Something looks troublesome in an unpleasantly familiar way at the end there. The present rise on this graph means that only a few stocks (the FAANGs) are continuing to do so well they are holding up the NASDAQ against the large number of stocks that are already not doing well. Now that the Fed has started slowing down the money pumps that inflated this market to the nosebleed overvaluations noted above, is that likely to go well?

It’s certainly not a perch I’m willing to pile my money on at a time like this when COVID is taking parts of the world high into their fourth phase of rising cases and deaths and when vaccinations are showing they wear out more quickly than originally hoped and when a couple of countries have even reported their new case RATE for the vaccinated is higher than the rate for the unvaccinated, though they don’t know why and when port blockages look worse than ever, meaning problems with getting products to market or even making products are still getting worse, and when vaccine mandates are further restricting economic activity by cutting back already short labor supplies.

That’s a lot of weight that an overpriced, overbought, over leveraged market has to try to keep pushing uphill … or not. So, is the stock going to keep rising against all of that when the Fed’s hydraulic pumps are being slowly shut down?
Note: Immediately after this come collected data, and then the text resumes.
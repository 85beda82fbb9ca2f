using System.Text.Json;
using BenchmarkDotNet.Attributes;
using CdsNatremia.Core.Engine;
using CdsNatremia.Core.Facts;
using CdsNatremia.Fhir.Reading;

namespace CdsNatremia.Benchmarks;

/// <summary>
/// (a2) Prefetch reading, the FHIR SDK against the fast reader, on the typical prefetch: each prefetch value through
/// <see cref="BundleReader"/> (parse only), and the same through <see cref="FactsAssembler"/> to <see cref="PatientFacts"/>.
/// The SDK rows are the baseline; the fast reader takes every resource of the typical prefetch (checked by
/// FastReaderDifferentialTests), so its rows time the fast path alone.
/// </summary>
[MemoryDiagnoser]
[GroupBenchmarksBy(BenchmarkDotNet.Configs.BenchmarkLogicalGroupRule.ByCategory)]
[CategoriesColumn]
public class PrefetchReaderBenchmarks
{
    private readonly BundleReader _sdk = new(new ResourceParser());
    private readonly BundleReader _fast = new(new ResourceParser(), new FastResourceReader());
    private readonly FactsAssembler _assembler = new(new RuleOptions().Reading);
    private JsonDocument? _document;
    private (string Key, JsonElement Value)[] _prefetch = [];
    private string _patientId = string.Empty;
    private DateTimeOffset _now;

    [GlobalSetup]
    public void Setup()
    {
        _now = DateTimeOffset.UtcNow;
        _document = JsonDocument.Parse(TypicalRequest.Utf8(_now));
        var root = _document.RootElement;
        _patientId = root.GetProperty("context").GetProperty("patientId").GetString()!;
        _prefetch = root.GetProperty("prefetch").EnumerateObject().Select(p => (p.Name, p.Value)).ToArray();
    }

    [GlobalCleanup]
    public void Cleanup() => _document?.Dispose();

    [Benchmark(Baseline = true, Description = "Read prefetch: SDK (Firely)")]
    [BenchmarkCategory("read")]
    public int ReadSdk() => Read(_sdk).Sum(v => v.Resources.Count);

    [Benchmark(Description = "Read prefetch: fast reader")]
    [BenchmarkCategory("read")]
    public int ReadFast() => Read(_fast).Sum(v => v.Resources.Count);

    [Benchmark(Baseline = true, Description = "Read + assemble facts: SDK (Firely)")]
    [BenchmarkCategory("facts")]
    public PatientFacts FactsSdk() => _assembler.Assemble(_patientId, _now, Read(_sdk), []).Facts;

    [Benchmark(Description = "Read + assemble facts: fast reader")]
    [BenchmarkCategory("facts")]
    public PatientFacts FactsFast() => _assembler.Assemble(_patientId, _now, Read(_fast), []).Facts;

    private List<PrefetchValue> Read(BundleReader reader)
    {
        var values = new List<PrefetchValue>(_prefetch.Length);
        foreach (var (key, value) in _prefetch)
        {
            values.Add(reader.Read(key, value, DataOrigin.Prefetch));
        }

        return values;
    }
}
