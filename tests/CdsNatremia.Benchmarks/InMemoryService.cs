using CdsNatremia.Service.Configuration;
using Microsoft.AspNetCore.Builder;
using Microsoft.AspNetCore.TestHost;
using Microsoft.Extensions.Logging;

namespace CdsNatremia.Benchmarks;

/// <summary>
/// The real service composed exactly as Program.cs does (AddNatremia, UseNatremia), in the Development environment
/// (no client token needed), on an in-memory TestServer. Logging is limited to warnings so the console does not
/// dominate the measurement, as in the load run.
/// </summary>
internal sealed class InMemoryService : IAsyncDisposable
{
    private InMemoryService(WebApplication app, HttpClient client)
    {
        App = app;
        Client = client;
    }

    /// <summary>The host; its services give the handler, catalog and writer the endpoint uses.</summary>
    public WebApplication App { get; }

    /// <summary>A client whose requests go straight into the in-memory server.</summary>
    public HttpClient Client { get; }

    /// <summary>Builds and starts the service.</summary>
    public static async Task<InMemoryService> StartAsync()
    {
        var builder = WebApplication.CreateBuilder(new WebApplicationOptions
        {
            EnvironmentName = "Development",
            ContentRootPath = AppContext.BaseDirectory,
        });
        builder.WebHost.UseTestServer();
        builder.Logging.SetMinimumLevel(LogLevel.Warning);
        builder.AddNatremia();
        var app = builder.Build();
        app.UseNatremia();
        await app.StartAsync().ConfigureAwait(false);
        return new InMemoryService(app, app.GetTestClient());
    }

    /// <inheritdoc />
    public async ValueTask DisposeAsync()
    {
        Client.Dispose();
        await App.StopAsync().ConfigureAwait(false);
        await App.DisposeAsync().ConfigureAwait(false);
    }
}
I’m not, however, going to lay out in this article all the massive economic problems that are continuing to look worse — just the market’s own metrics of valuation and greed and its internal dynamics. Assess the pictures above to see if they portend peril or pleasure, especially in times like these. I have my reservations.

Others might want to consider their own reservations … for a parachute out of the stock market before the liquidity squeeze starts taking away the oxygen supply that is necessary for continued breathing so high above the nosebleed zone … just as the stock market’s jetliner is entering a space of extreme economic turbulence. Is this the plane ride you want to be on right now?